■ Extracted material
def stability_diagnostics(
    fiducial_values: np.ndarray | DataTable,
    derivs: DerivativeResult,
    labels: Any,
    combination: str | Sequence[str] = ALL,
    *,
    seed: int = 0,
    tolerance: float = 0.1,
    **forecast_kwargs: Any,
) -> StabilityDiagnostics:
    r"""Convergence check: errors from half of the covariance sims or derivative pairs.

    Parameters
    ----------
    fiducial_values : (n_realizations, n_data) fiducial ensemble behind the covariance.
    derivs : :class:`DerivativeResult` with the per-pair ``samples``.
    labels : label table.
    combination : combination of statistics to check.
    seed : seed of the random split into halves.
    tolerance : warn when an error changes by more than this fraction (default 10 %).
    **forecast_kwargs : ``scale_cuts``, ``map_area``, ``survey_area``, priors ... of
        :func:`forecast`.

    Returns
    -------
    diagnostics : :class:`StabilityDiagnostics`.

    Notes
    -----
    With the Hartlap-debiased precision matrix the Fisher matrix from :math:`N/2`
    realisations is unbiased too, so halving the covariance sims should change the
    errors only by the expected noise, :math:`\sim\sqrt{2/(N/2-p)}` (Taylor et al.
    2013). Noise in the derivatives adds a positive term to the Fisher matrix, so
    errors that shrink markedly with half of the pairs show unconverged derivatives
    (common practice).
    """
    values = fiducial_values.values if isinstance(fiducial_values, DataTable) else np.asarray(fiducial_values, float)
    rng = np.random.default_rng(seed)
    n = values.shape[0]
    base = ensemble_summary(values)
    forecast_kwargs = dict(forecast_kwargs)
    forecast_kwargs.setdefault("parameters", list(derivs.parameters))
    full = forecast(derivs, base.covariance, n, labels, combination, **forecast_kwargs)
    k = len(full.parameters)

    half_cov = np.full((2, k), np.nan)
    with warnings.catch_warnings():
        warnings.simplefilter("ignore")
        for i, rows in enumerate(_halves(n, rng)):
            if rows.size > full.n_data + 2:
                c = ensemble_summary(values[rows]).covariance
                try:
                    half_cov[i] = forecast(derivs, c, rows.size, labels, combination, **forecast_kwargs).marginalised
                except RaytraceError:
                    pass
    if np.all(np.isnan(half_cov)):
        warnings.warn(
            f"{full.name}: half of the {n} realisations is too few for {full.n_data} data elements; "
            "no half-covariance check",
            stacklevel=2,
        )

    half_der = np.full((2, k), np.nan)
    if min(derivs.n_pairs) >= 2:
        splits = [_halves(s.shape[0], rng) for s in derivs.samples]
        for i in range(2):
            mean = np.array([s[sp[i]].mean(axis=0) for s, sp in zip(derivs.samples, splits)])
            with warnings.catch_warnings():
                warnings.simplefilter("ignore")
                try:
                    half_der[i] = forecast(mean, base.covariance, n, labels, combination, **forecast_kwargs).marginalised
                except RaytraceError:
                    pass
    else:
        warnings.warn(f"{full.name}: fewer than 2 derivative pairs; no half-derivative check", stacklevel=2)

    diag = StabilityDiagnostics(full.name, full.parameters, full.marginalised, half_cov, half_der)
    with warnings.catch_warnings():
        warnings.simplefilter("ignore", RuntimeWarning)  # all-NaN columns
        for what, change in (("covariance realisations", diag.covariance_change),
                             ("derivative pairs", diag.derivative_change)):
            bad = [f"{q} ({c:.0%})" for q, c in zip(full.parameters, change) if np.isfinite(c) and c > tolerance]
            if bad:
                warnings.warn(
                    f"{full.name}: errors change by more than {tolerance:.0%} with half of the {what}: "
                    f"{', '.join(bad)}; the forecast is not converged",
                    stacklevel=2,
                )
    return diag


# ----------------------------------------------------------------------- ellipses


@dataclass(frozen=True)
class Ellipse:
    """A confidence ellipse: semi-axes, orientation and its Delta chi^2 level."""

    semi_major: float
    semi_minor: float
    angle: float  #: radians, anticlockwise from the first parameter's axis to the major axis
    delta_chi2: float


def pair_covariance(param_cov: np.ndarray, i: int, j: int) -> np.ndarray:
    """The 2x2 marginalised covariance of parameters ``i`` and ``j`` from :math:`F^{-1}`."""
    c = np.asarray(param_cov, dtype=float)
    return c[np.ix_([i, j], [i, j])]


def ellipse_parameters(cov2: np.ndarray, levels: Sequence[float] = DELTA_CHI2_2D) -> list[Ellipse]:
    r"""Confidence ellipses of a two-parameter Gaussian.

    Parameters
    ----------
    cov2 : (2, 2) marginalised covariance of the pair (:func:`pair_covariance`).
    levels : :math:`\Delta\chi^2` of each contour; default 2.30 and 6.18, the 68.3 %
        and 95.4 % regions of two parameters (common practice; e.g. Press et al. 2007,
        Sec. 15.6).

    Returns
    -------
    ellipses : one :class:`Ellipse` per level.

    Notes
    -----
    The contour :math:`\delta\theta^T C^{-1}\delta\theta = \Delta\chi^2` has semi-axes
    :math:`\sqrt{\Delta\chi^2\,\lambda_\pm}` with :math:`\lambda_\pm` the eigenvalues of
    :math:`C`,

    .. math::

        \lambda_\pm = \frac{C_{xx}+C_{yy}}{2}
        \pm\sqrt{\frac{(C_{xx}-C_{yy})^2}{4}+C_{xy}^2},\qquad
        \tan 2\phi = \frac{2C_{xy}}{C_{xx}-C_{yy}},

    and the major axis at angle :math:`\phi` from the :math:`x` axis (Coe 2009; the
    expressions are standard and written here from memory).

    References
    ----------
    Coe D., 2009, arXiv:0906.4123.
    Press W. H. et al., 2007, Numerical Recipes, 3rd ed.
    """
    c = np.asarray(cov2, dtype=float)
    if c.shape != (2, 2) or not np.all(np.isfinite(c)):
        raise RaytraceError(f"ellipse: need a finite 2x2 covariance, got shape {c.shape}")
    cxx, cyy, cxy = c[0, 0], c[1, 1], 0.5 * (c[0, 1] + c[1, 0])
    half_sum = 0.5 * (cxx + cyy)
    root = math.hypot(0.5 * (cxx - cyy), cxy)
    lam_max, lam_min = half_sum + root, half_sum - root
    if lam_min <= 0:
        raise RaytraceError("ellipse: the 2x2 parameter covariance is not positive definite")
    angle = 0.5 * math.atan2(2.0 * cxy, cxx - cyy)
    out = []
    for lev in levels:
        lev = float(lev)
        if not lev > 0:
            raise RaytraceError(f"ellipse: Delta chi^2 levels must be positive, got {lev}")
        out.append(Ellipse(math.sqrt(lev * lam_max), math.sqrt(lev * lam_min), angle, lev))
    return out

...

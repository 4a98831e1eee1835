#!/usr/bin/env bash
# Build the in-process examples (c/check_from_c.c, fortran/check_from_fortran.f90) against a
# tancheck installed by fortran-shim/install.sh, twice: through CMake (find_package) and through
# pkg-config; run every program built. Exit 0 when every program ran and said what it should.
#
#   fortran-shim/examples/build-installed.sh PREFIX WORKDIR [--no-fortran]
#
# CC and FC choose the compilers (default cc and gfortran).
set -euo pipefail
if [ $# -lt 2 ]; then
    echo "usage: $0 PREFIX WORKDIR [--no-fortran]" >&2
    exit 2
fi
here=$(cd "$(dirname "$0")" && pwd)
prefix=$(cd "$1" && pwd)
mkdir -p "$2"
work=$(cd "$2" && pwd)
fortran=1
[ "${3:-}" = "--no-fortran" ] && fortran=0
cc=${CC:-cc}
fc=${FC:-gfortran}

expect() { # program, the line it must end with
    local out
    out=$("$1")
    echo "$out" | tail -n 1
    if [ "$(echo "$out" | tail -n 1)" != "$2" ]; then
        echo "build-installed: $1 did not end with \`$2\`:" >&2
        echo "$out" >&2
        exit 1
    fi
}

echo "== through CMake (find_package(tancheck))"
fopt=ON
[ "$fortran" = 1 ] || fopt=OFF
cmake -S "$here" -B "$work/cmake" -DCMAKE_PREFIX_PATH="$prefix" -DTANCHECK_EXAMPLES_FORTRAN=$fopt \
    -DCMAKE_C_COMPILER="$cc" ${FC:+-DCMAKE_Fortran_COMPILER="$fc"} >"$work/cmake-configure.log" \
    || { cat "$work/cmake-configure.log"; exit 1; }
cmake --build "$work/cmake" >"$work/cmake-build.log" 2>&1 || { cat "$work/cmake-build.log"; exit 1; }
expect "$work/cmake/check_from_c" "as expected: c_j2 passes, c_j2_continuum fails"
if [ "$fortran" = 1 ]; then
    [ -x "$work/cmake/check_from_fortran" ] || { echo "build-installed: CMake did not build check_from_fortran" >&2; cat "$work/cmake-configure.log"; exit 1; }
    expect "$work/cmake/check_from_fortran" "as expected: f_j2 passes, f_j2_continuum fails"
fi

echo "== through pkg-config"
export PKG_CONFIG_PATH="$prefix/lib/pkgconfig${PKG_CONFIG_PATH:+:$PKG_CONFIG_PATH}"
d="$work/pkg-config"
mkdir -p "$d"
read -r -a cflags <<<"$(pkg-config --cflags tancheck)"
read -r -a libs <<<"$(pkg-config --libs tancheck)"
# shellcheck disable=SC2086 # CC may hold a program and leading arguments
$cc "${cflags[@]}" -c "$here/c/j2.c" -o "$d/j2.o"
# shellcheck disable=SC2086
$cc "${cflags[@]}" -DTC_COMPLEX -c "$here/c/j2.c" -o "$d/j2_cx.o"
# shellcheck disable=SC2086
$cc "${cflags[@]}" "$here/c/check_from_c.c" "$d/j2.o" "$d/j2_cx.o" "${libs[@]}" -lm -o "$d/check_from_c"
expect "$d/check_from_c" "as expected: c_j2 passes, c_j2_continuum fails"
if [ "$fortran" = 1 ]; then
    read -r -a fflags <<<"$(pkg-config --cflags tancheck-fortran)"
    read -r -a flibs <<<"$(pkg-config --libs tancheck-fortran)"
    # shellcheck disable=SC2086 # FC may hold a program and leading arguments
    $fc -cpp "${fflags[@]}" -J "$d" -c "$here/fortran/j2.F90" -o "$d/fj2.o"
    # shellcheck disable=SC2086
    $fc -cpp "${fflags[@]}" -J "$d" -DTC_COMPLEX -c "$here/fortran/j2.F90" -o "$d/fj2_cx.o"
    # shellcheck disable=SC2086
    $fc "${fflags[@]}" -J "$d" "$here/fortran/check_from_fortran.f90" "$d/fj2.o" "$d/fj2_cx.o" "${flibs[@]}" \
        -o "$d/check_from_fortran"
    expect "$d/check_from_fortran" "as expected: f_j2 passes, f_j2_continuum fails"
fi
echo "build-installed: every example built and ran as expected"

■ Task to carry out
Reply with one number only: how many lines of the listing hold "sqrt"?

■ Expected answer
4